Sunday, September 16, 2007

Sorry for the gap in posting

It was caused by some urgent work for the CLOCKSS project, vacation and co-authoring a paper which has just been submitted. The paper is based on some interesting data, but I can't talk about it for now. I hope to have more time to blog in a week or two after some upcoming meetings.

In the meantime, I want to draw attention to some interesting discussion about silent corruption in large databases that relates to my "Petabyte for a Century" post. Here (pdf) are slides from a talk by Peter Kelemen of CERN describing an on-going monitoring program at CERN using fsprobe(8). It randomly probes 4000 of CERN's file systems, writing a known pattern then reading it back looking for corruption. They find a steady flow of 1-3 silent corruptions/day, that is the data read back doesn't match what was written and there is no error indication.

Peter sparked a discussion and a post at KernelTrap. The slides, the discussion and the post are well worth reading, especially if you are among the vast majority who believe that data written to storage will come back undamaged when you need it.
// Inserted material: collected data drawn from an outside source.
"""The wall/bulk split of the excess energy: exact bookkeeping, a twin, and Onsager's energy.

The twin labels domains by breadth-first search (``tests/reference.domains_bfs``), takes the
bonds from ``tests/validation/_exact.bond_pairs`` and classifies each broken bond site by
site. The split must add up to the energy above the ground state exactly, for every lattice
kind, both boundaries, masks, and through the run and the lab-data reader.
"""

from __future__ import annotations

import numpy as np
import pytest

from coarsen.lattice import Lattice
from coarsen.observables import (
    MIN_DOMAIN_AREA,
    MeasurementGrid,
    bond_sums,
    energy_split,
    measure,
)
from tests import reference
from tests.helpers import random_spins
from tests.validation._exact import bond_pairs, onsager_energy

CASES = [("chain", (40,)), ("square", (13, 11)), ("triangular", (12, 9)),
         ("cubic", (5, 6, 4))]


def _twin(spins_one, lattice, mask, min_area):
    """(wall, bulk) broken bonds, counted site by site."""
    periodic = lattice.periodic
    labels = reference.domains_bfs(spins_one, lattice.kind, lattice.size, periodic, mask)
    labels = labels.ravel()
    areas = np.bincount(labels)
    s = spins_one.ravel()
    present = np.ones(s.size, bool) if mask is None else np.asarray(mask).ravel()
    wall = bulk = 0
    for i, j in bond_pairs(lattice.kind, lattice.size, periodic):
        for a, b in zip(i.tolist(), j.tolist()):
            if not (present[a] and present[b]) or s[a] == s[b]:
                continue
            if areas[labels[a]] < min_area or areas[labels[b]] < min_area:
                bulk += 1
            else:
                wall += 1
    return wall, bulk


def _blocks(rng, lattice, block):
    """Random signs on blocks of ``block`` sites per axis: domains of tens of sites."""
    cells = rng.random(tuple(-(-n // block) for n in lattice.shape)) < 0.5
    for axis in range(lattice.dimension):
        cells = np.repeat(cells, block, axis=axis)
    return np.where(cells[tuple(slice(0, n) for n in lattice.shape)], 1, -1).astype(np.int8)


@pytest.mark.parametrize("boundary", ["periodic", "open"])
@pytest.mark.parametrize("masked", [False, True], ids=["full", "masked"])
@pytest.mark.parametrize("kind,size", CASES)
def test_split_matches_the_site_by_site_twin(kind, size, boundary, masked):
    rng = np.random.default_rng(41)
    lattice = Lattice(kind, size, boundary)
    mask = rng.random(lattice.shape) < 0.9 if masked else None
    block = 3 if kind != "chain" else 5
    configurations = [random_spins(rng, 1, lattice, 0.8)[0], _blocks(rng, lattice, block)]
    noisy = _blocks(rng, lattice, block)
    noisy[rng.random(lattice.shape) < 0.05] *= -1  # isolated flips inside the blocks
    configurations.append(noisy)
    spins = np.stack(configurations)
    n_present = lattice.n_sites if mask is None else int(mask.sum())
    seen = np.zeros(2)
    for min_area in (1, 4, MIN_DOMAIN_AREA):
        wall, bulk = energy_split(spins, lattice, mask, J=1.0, min_area=min_area)
        seen += [wall.sum(), bulk.sum()]
        for r in range(spins.shape[0]):
            w, b = _twin(spins[r], lattice, mask, min_area)
            np.testing.assert_allclose([wall[r], bulk[r]],
                                       [2.0 * w / n_present, 2.0 * b / n_present], rtol=1e-14)
    assert np.all(seen > 0)  # both kinds of bond occurred


@pytest.mark.parametrize("boundary", ["periodic", "open"])
@pytest.mark.parametrize("kind,size", CASES)
@pytest.mark.parametrize("J,order", [(1.0, "ferro"), (0.5, "ferro"), (-1.0, "neel")])
def test_wall_plus_bulk_is_the_energy_above_the_ground_state(kind, size, boundary, J, order):
    lattice = Lattice(kind, size, boundary)
    if order == "neel" and not lattice.bipartite:
        pytest.skip("Neel order needs a bipartite lattice")
    rng = np.random.default_rng(42)
    spins = np.concatenate([random_spins(rng, 2, lattice, 0.5),
                            _blocks(rng, lattice, 4)[np.newaxis]])
    if order == "neel":
        spins = spins * lattice.staggering
    grid = MeasurementGrid(lattice)
    measured = measure(spins, lattice, grid, temperature=1.0, J=J, order=order)
    bonds = bond_sums(np.ones_like(spins[:1]), lattice)[0]
    ground = -abs(J) * bonds / lattice.n_sites  # every bond satisfied
    np.testing.assert_allclose(measured.wall_energy + measured.bulk_energy,
                               measured.energy - ground, rtol=1e-13, atol=1e-15)


def test_known_patterns():
    lattice = Lattice("square", (20, 16))
    n = lattice.n_sites
    stripe = np.ones(lattice.shape, dtype=np.int8)
    stripe[:, 5:11] = -1  # two flat walls of 16 bonds each
    single = np.ones(lattice.shape, dtype=np.int8)
    single[7, 7] = -1  # one flipped spin: 4 broken bonds, bulk
    small = np.ones(lattice.shape, dtype=np.int8)
    small[2:5, 2:7] = -1  # 15 sites, perimeter 16: bulk below 16 sites
    big = np.ones(lattice.shape, dtype=np.int8)
    big[2:6, 2:6] = -1  # 16 sites, perimeter 16: a domain
    wall, bulk = energy_split(np.stack([stripe, single, small, big]), lattice)
    np.testing.assert_allclose(wall * n / 2, [32, 0, 0, 16], rtol=1e-14)
    np.testing.assert_allclose(bulk * n / 2, [0, 4, 16, 0], rtol=1e-14)
    # a flipped spin inside the stripe: bulk, while the walls stay walls
    stripe[3, 8] = 1
    wall, bulk = energy_split(stripe[np.newaxis], lattice, J=-2.0)
    np.testing.assert_allclose([wall[0] * n / 4, bulk[0] * n / 4], [32, 4], rtol=1e-14)


def test_bad_arguments_name_the_parameter():
    lattice = Lattice("square", (8, 8))
    spins = np.ones((1, 8, 8), dtype=np.int8)
    with pytest.raises(ValueError, match="min_area"):
        energy_split(spins, lattice, min_area=0)
    with pytest.raises(TypeError, match="min_area"):
        energy_split(spins, lattice, min_area=2.5)
    with pytest.raises(ValueError, match="J"):
        energy_split(spins, lattice, J=float("nan"))


@pytest.mark.parametrize("boundary", ["periodic", "open"])
def test_run_records_a_split_that_adds_up_at_every_time(boundary):
    from coarsen.spec import parse_spec
    from coarsen.simulate import simulate

    spec = parse_spec(f"""
[lattice]
kind = "square"
size = [64, 48]
boundary = "{boundary}"
[dynamics]
rule = "glauber"
[temperature]
relative = 0.5
[measure]
times = {{ start = 1, stop = 100, count = 8 }}
[ensemble]
replicas = 3
seed = 8
""")
    ds = simulate(spec).dataset
    lattice = spec.lattice
    ground = -bond_sums(np.ones((1, *lattice.shape), np.int8), lattice)[0] / lattice.n_sites
    total = ds["wall_energy"] + ds["bulk_energy"]
    np.testing.assert_allclose(total.values, ds["energy"].values - ground, rtol=1e-13)
    assert ds["wall_energy"].dims == ("replica", "time")
    assert ds["wall_energy"].attrs["units"] == "J" and "long_name" in ds["bulk_energy"].attrs
    # the quench coarsens: wall energy falls, and at 0.5 Tc walls carry most of it late on
    wall = ds["wall_energy"].mean("replica").values
    assert wall[-1] < wall[1] and wall[-1] > ds["bulk_energy"].mean("replica").values[-1]


def test_lab_snapshots_get_the_split_with_their_mask(tmp_path):
    from coarsen.labdata import load_snapshots, measure_snapshots

    rng = np.random.default_rng(5)
    lattice = Lattice("square", (18, 14), "open")
    shots = np.stack([_blocks(rng, lattice, 4) for _ in range(3)])
    mask = rng.random(lattice.shape) < 0.9
    np.savez(tmp_path / "shots.npz", spins=np.swapaxes(shots, 1, 2), mask=mask.T)
    ds = measure_snapshots(load_snapshots(tmp_path / "shots.npz"))
    wall, bulk = energy_split(shots, lattice, mask)
    np.testing.assert_array_equal(ds["wall_energy"].values[:, 0], wall)
    np.testing.assert_array_equal(ds["bulk_energy"].values[:, 0], bulk)


def test_ordered_equilibrium_is_bulk_and_matches_onsager():
    """From the ordered state at 0.7 Tc the excitations are small thermal clusters: the
    wall energy is a negligible part (measured 0.07 %; asserted below 1 %) and the sum is
    the equilibrium excess energy
    u(T) - u(0) = u(T) + 2 of Onsager, Phys. Rev. 65, 117 (1944). L = 64 is far larger than
    xi(0.7 Tc) < 1, so the infinite-lattice energy applies (shared/REFERENCE.md Sect. 1).
    Tolerance: 4 standard errors of the mean over replicas of each replica's time average
    (measurements 50 sweeps apart, far beyond the energy's autocorrelation time there)."""
    from coarsen.spec import parse_spec
    from coarsen.simulate import simulate

    spec = parse_spec("""
[lattice]
kind = "square"
size = [64, 64]
[dynamics]
rule = "glauber"
[temperature]
relative = 0.7
[initial]
state = "up"
[measure]
times = { start = 100, stop = 2000, count = 39, spacing = "linear" }
[ensemble]
replicas = 8
seed = 2027
""")
    ds = simulate(spec).dataset
    assert ds["wall_energy"].values.sum() < 0.01 * ds["bulk_energy"].values.sum()
    per_replica = (ds["bulk_energy"] + ds["wall_energy"]).mean("time").values
    mean = per_replica.mean()
    error = per_replica.std(ddof=1) / np.sqrt(len(per_replica))
    expected = onsager_energy(float(ds["temperature"][0])) + 2.0
    assert abs(mean - expected) < 4 * error, (mean, error, expected)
Also, in a development related to my "Mass-market Scholarly Communication" post, researchers at UC's Office of Scholarly Communication released a report that apparently contradicts some of the findings of the UC Berkeley study I referred to. I suspect, without having read the new study, that this might have something to do with the fact that they studied only "ladder-rank" faculty, where the Berkeley team studied a more diverse group.